* [Material provided]:

<?xml version="1.0" encoding="utf-8"?>
<!DOCTYPE TS>
<TS version="2.1" language="fr_FR">
<context>
    <name>Allocate</name>
    <message>
        <location filename="../processing/algorithms/allocate.py" line="65"/>
        <source>Allocate effort to strata</source>
        <translation>Répartir l'effort entre les strates</translation>
    </message>
    <message>
        <location filename="../processing/algorithms/allocate.py" line="104"/>
        <source>Strata</source>
        <translation>Strates</translation>
    </message>
    <message>
        <location filename="../processing/algorithms/allocate.py" line="107"/>
        <source>Stratum identifier field</source>
        <translation>Champ d'identifiant de strate</translation>
    </message>
    <message>
        <location filename="../processing/algorithms/allocate.py" line="113"/>
        <source>Stratum area field (hectares; empty: polygon area)</source>
        <translation>Champ de surface de la strate (hectares ; vide : surface du polygone)</translation>
    </message>
    <message>
        <location filename="../processing/algorithms/allocate.py" line="119"/>
        <source>Pilot SD of counts per unit</source>
        <translation>Écart-type pilote des comptages par unité</translation>
    </message>
    <message>
        <location filename="../processing/algorithms/allocate.py" line="119"/>
        <source>Pilot mean count per unit</source>
        <translation>Comptage moyen pilote par unité</translation>
    </message>
    <message>
        <location filename="../processing/algorithms/allocate.py" line="119"/>
        <source>Cost per unit</source>
        <translation>Coût par unité</translation>
    </message>
    <message>
        <location filename="../processing/algorithms/allocate.py" line="127"/>
        <source>Costs are field days</source>
        <translation>Les coûts sont des jours de terrain</translation>
    </message>
    <message>
        <location filename="../processing/algorithms/allocate.py" line="130"/>
        <source>Fixed cost of the survey (c0, in the cost unit)</source>
        <translation>Coût fixe de l'inventaire (c0, dans l'unité de coût)</translation>
    </message>
    <message>
        <location filename="../processing/algorithms/allocate.py" line="139"/>
        <source>Allocation method</source>
        <translation>Méthode d'allocation</translation>
    </message>
    <message>
        <location filename="../processing/algorithms/allocate.py" line="139"/>
        <source>Equal</source>
        <translation>Égale</translation>
    </message>
    <message>
        <location filename="../processing/algorithms/allocate.py" line="139"/>
        <source>Proportional to area</source>
        <translation>Proportionnelle à la surface</translation>
    </message>
    <message>
        <location filename="../processing/algorithms/allocate.py" line="321"/>
        <source>Neyman</source>
        <translation>Neyman</translation>
    </message>
    <message>
        <location filename="../processing/algorithms/allocate.py" line="139"/>
        <source>Optimal with cost</source>
        <translation>Optimale avec coût</translation>
    </message>
    <message>
        <location filename="../processing/algorithms/allocate.py" line="147"/>
        <source>Total number of units</source>
        <translation>Nombre total d'unités</translation>
    </message>
    <message>
        <location filename="../processing/algorithms/allocate.py" line="152"/>
        <source>Budget (0: not used; needs the cost field)</source>
        <translation>Budget (0 : non utilisé ; nécessite le champ de coût)</translation>
    </message>
    <message>
        <location filename="../processing/algorithms/allocate.py" line="158"/>
        <source>Target CV of the overall density (0: not used; e.g. 0.2)</source>
        <translation>CV cible de la densité globale (0 : non utilisé ; p. ex. 0.2)</translation>
    </message>
    <message>
        <location filename="../processing/algorithms/allocate.py" line="164"/>
        <source>Area of one sample unit (m²)</source>
        <translation>Surface d'une unité d'échantillonnage (m²)</translation>
    </message>
    <message>
        <location filename="../processing/algorithms/allocate.py" line="170"/>
        <source>Minimum units per stratum</source>
        <translation>Nombre minimal d'unités par strate</translation>
    </message>
    <message>
        <location filename="../processing/algorithms/allocate.py" line="98"/>
        <source>Strata with allocation</source>
        <translation>Strates avec allocation</translation>
    </message>
    <message>
        <location filename="../processing/algorithms/allocate.py" line="100"/>
        <source>Expected CV of the overall density</source>
        <translation>CV attendu de la densité globale</translation>
    </message>
    <message>
        <location filename="../processing/algorithms/allocate.py" line="189"/>
        <source>The strata layer could not be opened.</source>
        <translation>La couche des strates n'a pas pu être ouverte.</translation>
    </message>
    <message>
        <location filename="../processing/algorithms/allocate.py" line="195"/>
        <source>Layer &apos;{layer}&apos; has no strata with an area.</source>
        <translation>La couche « {layer} » n'a aucune strate ayant une surface.</translation>
    </message>
    <message>
        <location filename="../processing/algorithms/allocate.py" line="273"/>
        <source>field &apos;{name}&apos; of layer &apos;{layer}&apos;</source>
        <translation>champ « {name} » de la couche « {layer} »</translation>
    </message>
    <message>
        <location filename="../processing/algorithms/allocate.py" line="256"/>
        <source>No pilot SD field: the covariate SD (&apos;{field}&apos;) is used as a proxy. This assumes that counts scale with the covariate; replace it with the SD of a pilot survey when you have one. The expected SEs are then in covariate units, not counts.</source>
        <translation>Pas de champ d'écart-type pilote : l'écart-type de la covariable (« {field} ») sert de substitut. Cela suppose que les comptages suivent la covariable ; remplacez-le par l'écart-type d'un inventaire pilote dès que vous en avez un. Les erreurs types attendues sont alors dans les unités de la covariable, pas en comptages.</translation>
    </message>
    <message>
        <location filename="../processing/algorithms/allocate.py" line="276"/>
        <source>polygon area</source>
        <translation>surface du polygone</translation>
    </message>
    <message>
        <location filename="../processing/algorithms/allocate.py" line="276"/>
        <source>pilot SD</source>
        <translation>écart-type pilote</translation>
    </message>
    <message>
        <location filename="../processing/algorithms/allocate.py" line="276"/>
        <source>pilot mean</source>
        <translation>moyenne pilote</translation>
    </message>
    <message>
        <location filename="../processing/algorithms/allocate.py" line="276"/>
        <source>cost</source>
        <translation>coût</translation>
    </message>
    <message>
        <location filename="../processing/algorithms/allocate.py" line="311"/>
        <source>The output layer could not be created.</source>
        <translation>La couche de sortie n'a pas pu être créée.</translation>
    </message>
    <message>
        <location filename="../processing/algorithms/allocate.py" line="219"/>
        <source>{total} units allocated ({method}); expected CV of the overall density: {cv}.</source>
        <translation>{total} unités allouées ({method}) ; CV attendu de la densité globale : {cv}.</translation>
    </message>
    <message>
        <location filename="../processing/algorithms/allocate.py" line="320"/>
        <source>equal</source>
        <translation>égale</translation>
    </message>
    <message>
        <location filename="../processing/algorithms/allocate.py" line="320"/>
        <source>proportional to area</source>
        <translation>proportionnelle à la surface</translation>
    </message>
    <message>
        <location filename="../processing/algorithms/allocate.py" line="321"/>
        <source>optimal with cost</source>
        <translation>optimale avec coût</translation>
    </message>
    <message>
        <location filename="../processing/algorithms/allocate.py" line="68"/>
        <source>Decides how many sample units each stratum gets, and shows beforehand the precision they buy.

* [Work task]: Each record, from first to last, should be returned verbatim.

* [Completed exercise]:
<?xml version="1.0" encoding="utf-8"?>
<!DOCTYPE TS>
<TS version="2.1" language="fr_FR">
<context>
    <name>Allocate</name>
    <message>
        <location filename="../processing/algorithms/allocate.py" line="65"/>
        <source>Allocate effort to strata</source>
        <translation>Répartir l'effort entre les strates</translation>
    </message>
    <message>
        <location filename="../processing/algorithms/allocate.py" line="104"/>
        <source>Strata</source>
        <translation>Strates</translation>
    </message>
    <message>
        <location filename="../processing/algorithms/allocate.py" line="107"/>
        <source>Stratum identifier field</source>
        <translation>Champ d'identifiant de strate</translation>
    </message>
    <message>
        <location filename="../processing/algorithms/allocate.py" line="113"/>
        <source>Stratum area field (hectares; empty: polygon area)</source>
        <translation>Champ de surface de la strate (hectares ; vide : surface du polygone)</translation>
    </message>
    <message>
        <location filename="../processing/algorithms/allocate.py" line="119"/>
        <source>Pilot SD of counts per unit</source>
        <translation>Écart-type pilote des comptages par unité</translation>
    </message>
    <message>
        <location filename="../processing/algorithms/allocate.py" line="119"/>
        <source>Pilot mean count per unit</source>
        <translation>Comptage moyen pilote par unité</translation>
    </message>
    <message>
        <location filename="../processing/algorithms/allocate.py" line="119"/>
        <source>Cost per unit</source>
        <translation>Coût par unité</translation>
    </message>
    <message>
        <location filename="../processing/algorithms/allocate.py" line="127"/>
        <source>Costs are field days</source>
        <translation>Les coûts sont des jours de terrain</translation>
    </message>
    <message>
        <location filename="../processing/algorithms/allocate.py" line="130"/>
        <source>Fixed cost of the survey (c0, in the cost unit)</source>
        <translation>Coût fixe de l'inventaire (c0, dans l'unité de coût)</translation>
    </message>
    <message>
        <location filename="../processing/algorithms/allocate.py" line="139"/>
        <source>Allocation method</source>
        <translation>Méthode d'allocation</translation>
    </message>
    <message>
        <location filename="../processing/algorithms/allocate.py" line="139"/>
        <source>Equal</source>
        <translation>Égale</translation>
    </message>
    <message>
        <location filename="../processing/algorithms/allocate.py" line="139"/>
        <source>Proportional to area</source>
        <translation>Proportionnelle à la surface</translation>
    </message>
    <message>
        <location filename="../processing/algorithms/allocate.py" line="321"/>
        <source>Neyman</source>
        <translation>Neyman</translation>
    </message>
    <message>
        <location filename="../processing/algorithms/allocate.py" line="139"/>
        <source>Optimal with cost</source>
        <translation>Optimale avec coût</translation>
    </message>
    <message>
        <location filename="../processing/algorithms/allocate.py" line="147"/>
        <source>Total number of units</source>
        <translation>Nombre total d'unités</translation>
    </message>
    <message>
        <location filename="../processing/algorithms/allocate.py" line="152"/>
        <source>Budget (0: not used; needs the cost field)</source>
        <translation>Budget (0 : non utilisé ; nécessite le champ de coût)</translation>
    </message>
    <message>
        <location filename="../processing/algorithms/allocate.py" line="158"/>
        <source>Target CV of the overall density (0: not used; e.g. 0.2)</source>
        <translation>CV cible de la densité globale (0 : non utilisé ; p. ex. 0.2)</translation>
    </message>
    <message>
        <location filename="../processing/algorithms/allocate.py" line="164"/>
        <source>Area of one sample unit (m²)</source>
        <translation>Surface d'une unité d'échantillonnage (m²)</translation>
    </message>
    <message>
        <location filename="../processing/algorithms/allocate.py" line="170"/>
        <source>Minimum units per stratum</source>
        <translation>Nombre minimal d'unités par strate</translation>
    </message>
    <message>
        <location filename="../processing/algorithms/allocate.py" line="98"/>
        <source>Strata with allocation</source>
        <translation>Strates avec allocation</translation>
    </message>
    <message>
        <location filename="../processing/algorithms/allocate.py" line="100"/>
        <source>Expected CV of the overall density</source>
        <translation>CV attendu de la densité globale</translation>
    </message>
    <message>
        <location filename="../processing/algorithms/allocate.py" line="189"/>
        <source>The strata layer could not be opened.</source>
        <translation>La couche des strates n'a pas pu être ouverte.</translation>
    </message>
    <message>
        <location filename="../processing/algorithms/allocate.py" line="195"/>
        <source>Layer &apos;{layer}&apos; has no strata with an area.</source>
        <translation>La couche « {layer} » n'a aucune strate ayant une surface.</translation>
    </message>
    <message>
        <location filename="../processing/algorithms/allocate.py" line="273"/>
        <source>field &apos;{name}&apos; of layer &apos;{layer}&apos;</source>
        <translation>champ « {name} » de la couche « {layer} »</translation>
    </message>
    <message>
        <location filename="../processing/algorithms/allocate.py" line="256"/>
        <source>No pilot SD field: the covariate SD (&apos;{field}&apos;) is used as a proxy. This assumes that counts scale with the covariate; replace it with the SD of a pilot survey when you have one. The expected SEs are then in covariate units, not counts.</source>
        <translation>Pas de champ d'écart-type pilote : l'écart-type de la covariable (« {field} ») sert de substitut. Cela suppose que les comptages suivent la covariable ; remplacez-le par l'écart-type d'un inventaire pilote dès que vous en avez un. Les erreurs types attendues sont alors dans les unités de la covariable, pas en comptages.</translation>
    </message>
    <message>
        <location filename="../processing/algorithms/allocate.py" line="276"/>
        <source>polygon area</source>
        <translation>surface du polygone</translation>
    </message>
    <message>
        <location filename="../processing/algorithms/allocate.py" line="276"/>
        <source>pilot SD</source>
        <translation>écart-type pilote</translation>
    </message>
    <message>
        <location filename="../processing/algorithms/allocate.py" line="276"/>
        <source>pilot mean</source>
        <translation>moyenne pilote</translation>
    </message>
    <message>
        <location filename="../processing/algorithms/allocate.py" line="276"/>
        <source>cost</source>
        <translation>coût</translation>
    </message>
    <message>
        <location filename="../processing/algorithms/allocate.py" line="311"/>
        <source>The output layer could not be created.</source>
        <translation>La couche de sortie n'a pas pu être créée.</translation>
    </message>
    <message>
        <location filename="../processing/algorithms/allocate.py" line="219"/>
        <source>{total} units allocated ({method}); expected CV of the overall density: {cv}.</source>
        <translation>{total} unités allouées ({method}) ; CV attendu de la densité globale : {cv}.</translation>
    </message>
    <message>
        <location filename="../processing/algorithms/allocate.py" line="320"/>
        <source>equal</source>
        <translation>égale</translation>
    </message>
    <message>
        <location filename="../processing/algorithms/allocate.py" line="320"/>
        <source>proportional to area</source>
        <translation>proportionnelle à la surface</translation>
    </message>
    <message>
        <location filename="../processing/algorithms/allocate.py" line="321"/>
        <source>optimal with cost</source>
        <translation>optimale avec coût</translation>
    </message>
    <message>
        <location filename="../processing/algorithms/allocate.py" line="68"/>
        <source>Decides how many sample units each stratum gets, and shows beforehand the precision they buy.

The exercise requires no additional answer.